* Data extracted from a collection *
------------------------------------------------------------------------
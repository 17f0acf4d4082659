"""Tests of extractor.models.variety: finding variety names and attributing mentions to them."""

from __future__ import annotations

import pytest

from extractor.models.variety import (
    attribute_corpus,
    attribute_variety,
    find_varieties,
)
from extractor.nlp.dictionary import build_dictionary
from extractor.types import Sentence, Span

# Invented varieties.
VARIETIES = [
    ("VAR:K", "Kivuli", ""),
    ("VAR:T", "Tembala", ""),
    ("VAR:T", "Tembala Red", "en"),
    ("VAR:O", "Orvane", ""),
]
DICTIONARY = build_dictionary(VARIETIES)


def _answer(texts: list[str], lang: str = "en") -> tuple[list[Sentence], list[list]]:
    sentences = [Sentence(id=i, text=t, lang=lang) for i, t in enumerate(texts)]
    return sentences, [find_varieties(s.text, lang, DICTIONARY) for s in sentences]


def _span(sentence: Sentence, term: str) -> Span:
    start = sentence.text.index(term)
    return Span(start, start + len(term))


def _attribute(
    texts: list[str],
    where: list[tuple[int, str]],
    lang: str = "en",
    answer_variety: str | None = None,
    question_varieties: tuple[str, ...] = (),
) -> list[tuple]:
    sentences, varieties = _answer(texts, lang)
    mentions = [(i, _span(sentences[i], term)) for i, term in where]
    return attribute_variety(
        sentences, mentions, varieties, answer_variety, list(question_varieties)
    )


@pytest.mark.parametrize(
    ("text", "lang", "expected"),
    [
        # "tembala" in lower case is not written as a name, and the list writes it "Tembala".
        ("We grow Kivuli and tembala.", "en", ["VAR:K"]),
        ("Tembala Red cooks fast.", "en", ["VAR:T"]),
        ("On préfère la Kivüli.", "fr", ["VAR:K"]),
        ("Sembramos Orvane.", "es", ["VAR:O"]),
        ("No variety named here.", "en", []),
    ],
    ids=["lower-case-is-no-name", "longest-name", "accent-tolerant", "spanish", "none"],
)
def test_find_varieties_returns_ids(text: str, lang: str, expected: list[str]) -> None:
    assert [v for _, _, v in find_varieties(text, lang, DICTIONARY)] == expected


def test_find_varieties_accepts_alias_triples_and_gives_offsets() -> None:
    text = "Orvane is early."
    ((start, end, vid),) = find_varieties(text, "en", VARIETIES)
    assert (text[start:end], vid) == ("Orvane", "VAR:O")


@pytest.mark.parametrize(
    ("texts", "where", "kwargs", "expected"),
    [
        (["Kivuli cooks fast."], [(0, "cooks fast")], {}, [("VAR:K", None)]),
        (["We grow Kivuli.", "It cooks fast."], [(1, "cooks fast")], {}, [("VAR:K", None)]),
        (
            ["Kivuli is tasty but Tembala cooks fast."],
            [(0, "tasty"), (0, "cooks fast")],
            {},
            [("VAR:K", None), ("VAR:T", None)],
        ),
        (["It cooks fast."], [(0, "cooks fast")], {"answer_variety": "VAR:O"}, [("VAR:O", None)]),
        (
            ["It cooks fast."],
            [(0, "cooks fast")],
            {"question_varieties": ("VAR:T",)},
            [("VAR:T", None)],
        ),
        (
            ["It cooks fast."],
            [(0, "cooks fast")],
            {"answer_variety": "VAR:O", "question_varieties": ("VAR:T",)},
            [("VAR:O", None)],
        ),
        (["It cooks fast."], [(0, "cooks fast")], {}, [(None, None)]),
        (
            ["Tembala is fine.", "The taste of Kivuli is better."],
            [(1, "taste")],
            {},
            [("VAR:K", None)],
        ),
        (
            ["It gives more yield than Tembala, and it matures early."],
            [(0, "more yield"), (0, "matures early")],
            {"answer_variety": "VAR:K"},
            [("VAR:K", "VAR:T"), ("VAR:K", None)],
        ),
    ],
    ids=[
        "same-sentence",
        "earlier-sentence",
        "nearest-before-wins",
        "answer-column",
        "question",
        "column-before-question",
        "nothing",
        "possessive-of",
        "than-clause-ends-at-and",
    ],
)
def test_attribute_variety_picks_subject(texts, where, kwargs, expected) -> None:
    assert _attribute(texts, where, **kwargs) == expected


@pytest.mark.parametrize(
    ("texts", "term", "lang", "kwargs", "expected"),
    [
        (["Kivuli has bigger grains than Tembala."], "bigger grains", "en", {}, ("VAR:K", "VAR:T")),
        (
            ["Its grains are bigger than the old Tembala."],
            "grains",
            "en",
            {"answer_variety": "VAR:K"},
            ("VAR:K", "VAR:T"),
        ),
        (["Orvane cuit plus vite que Kivuli."], "cuit plus vite", "fr", {}, ("VAR:O", "VAR:K")),
        (["Orvane es más grande que el Kivuli."], "más grande", "es", {}, ("VAR:O", "VAR:K")),
        (
            ["Compared to Tembala, Kivuli cooks faster."],
            "cooks faster",
            "en",
            {},
            ("VAR:K", "VAR:T"),
        ),
        (
            ["Kivuli is bigger than Tembala.", "It also cooks fast."],
            "cooks fast",
            "en",
            {},
            ("VAR:K", None),
        ),
        (["Il faut que Kivuli soit sucré."], "sucré", "fr", {}, ("VAR:K", None)),
        (
            ["It cooks faster than Tembala."],
            "cooks faster",
            "en",
            {"question_varieties": ("VAR:T", "VAR:O")},
            ("VAR:O", "VAR:T"),
        ),
    ],
    ids=[
        "than",
        "than-with-answer-column",
        "plus-que",
        "mas-que-el",
        "compared-to-before",
        "reference-not-carried-over",
        "que-without-comparative",
        "question-skips-reference",
    ],
)
def test_attribute_variety_records_comparison_reference(
    texts, term, lang, kwargs, expected
) -> None:
    index = len(texts) - 1
    assert _attribute(texts, [(index, term)], lang, **kwargs) == [expected]


# Varieties whose names are also ordinary words, all invented: "Clara" (Portuguese
# "clara", light-coloured), "Alvorina", "Zimbo" and "Nyota Tamu" (Swahili "nyota", star),
# and a breeder's code people write in lower case, listed that way.
ORDINARY = [
    ("VAR:A", "Alvorina", "pt"),
    ("VAR:C", "Clara", "pt"),
    ("VAR:Z", "Zimbo", "sw"),
    ("VAR:N", "Nyota Tamu", "sw"),
    ("VAR:Q", "ksq 12", ""),
    ("VAR:H", "सोनाली", "hi"),
]
ORDINARY_DICTIONARY = build_dictionary(ORDINARY)


@pytest.mark.parametrize(
    ("text", "lang", "expected"),
    [
        ("A farinha fica mais clara.", "pt", []),
        ("Planto a Clara há anos.", "pt", ["VAR:C"]),
        ("Clara dá farinha boa.", "pt", ["VAR:C"]),
        ("plantamos alvorina.", "pt", []),
        ("Tunapanda ksq 12 na KSQ 12.", "sw", ["VAR:Q", "VAR:Q"]),
        ("Tunapanda nyota tamu.", "sw", []),
        ("हम सोनाली उगाते हैं।", "hi", ["VAR:H"]),
    ],
    ids=[
        "ordinary-adjective",
        "capitalised-name",
        "sentence-start",
        "listed-capitalised-written-lower",
        "listed-lower-written-as-listed",
        "two-ordinary-words",
        "script-without-case",
    ],
)
def test_find_varieties_takes_only_what_is_written_as_a_name(
    text: str, lang: str, expected: list[str]
) -> None:
    # A proper name is capitalised in languages written with letter case (Portuguese,
    # Swahili, English orthography; from memory); Devanagari has no letter case, so
    # capitals cannot be asked for there.
    assert [v for _, _, v in find_varieties(text, lang, ORDINARY_DICTIONARY)] == expected


def _attribute_corpus(texts: list[str], lang: str, where: list[tuple[int, str]], written: str):
    sentences = [Sentence(id=i + 1, text=t, lang=lang, answer_id=7) for i, t in enumerate(texts)]
    spans: dict[int, list[Span]] = {}
    for index, term in where:
        spans.setdefault(index + 1, []).append(_span(sentences[index], term))
    found = attribute_corpus(sentences, spans, ORDINARY, {7: written})
    return [pair for sid in sorted(found) for pair in found[sid]]


@pytest.mark.parametrize(
    ("texts", "lang", "where", "written", "expected"),
    [
        (
            ["Mavuno mengi kuliko Zimbo, na inakomaa mapema."],
            "sw",
            [(0, "Mavuno mengi"), (0, "inakomaa mapema")],
            "Nyota Tamu",
            [("VAR:N", "VAR:Z"), ("VAR:N", None)],
        ),
        (
            ["A Alvorina dá mais raiz do que a Clara, e aguenta bem a seca."],
            "pt",
            [(0, "mais raiz"), (0, "aguenta bem a seca")],
            "",
            [("VAR:A", "VAR:C"), ("VAR:A", None)],
        ),
        (
            ["Gosto do que a Alvorina dá.", "A farinha é mais clara."],
            "pt",
            [(1, "farinha")],
            "",
            [("VAR:A", None)],
        ),
    ],
    ids=["sw-kuliko", "pt-do-que", "pt-do-que-without-comparative"],
)
def test_attribute_corpus_gives_the_compared_variety_the_comparison_only(
    texts, lang, where, written, expected
) -> None:
    # Swahili "kuliko" ("than") and Portuguese "(do) que" after "mais" ("more ... than")
    # introduce the variety compared against (from memory); what follows "and" ("na",
    # "e") is a new clause about the answer's own variety.
    assert _attribute_corpus(texts, lang, where, written) == expected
------------------------------------------------------------------------
* Exercise objective *
How many lines in the entries above include the string "extractor"? Please answer with that number and nothing more.

* Exercise output *
4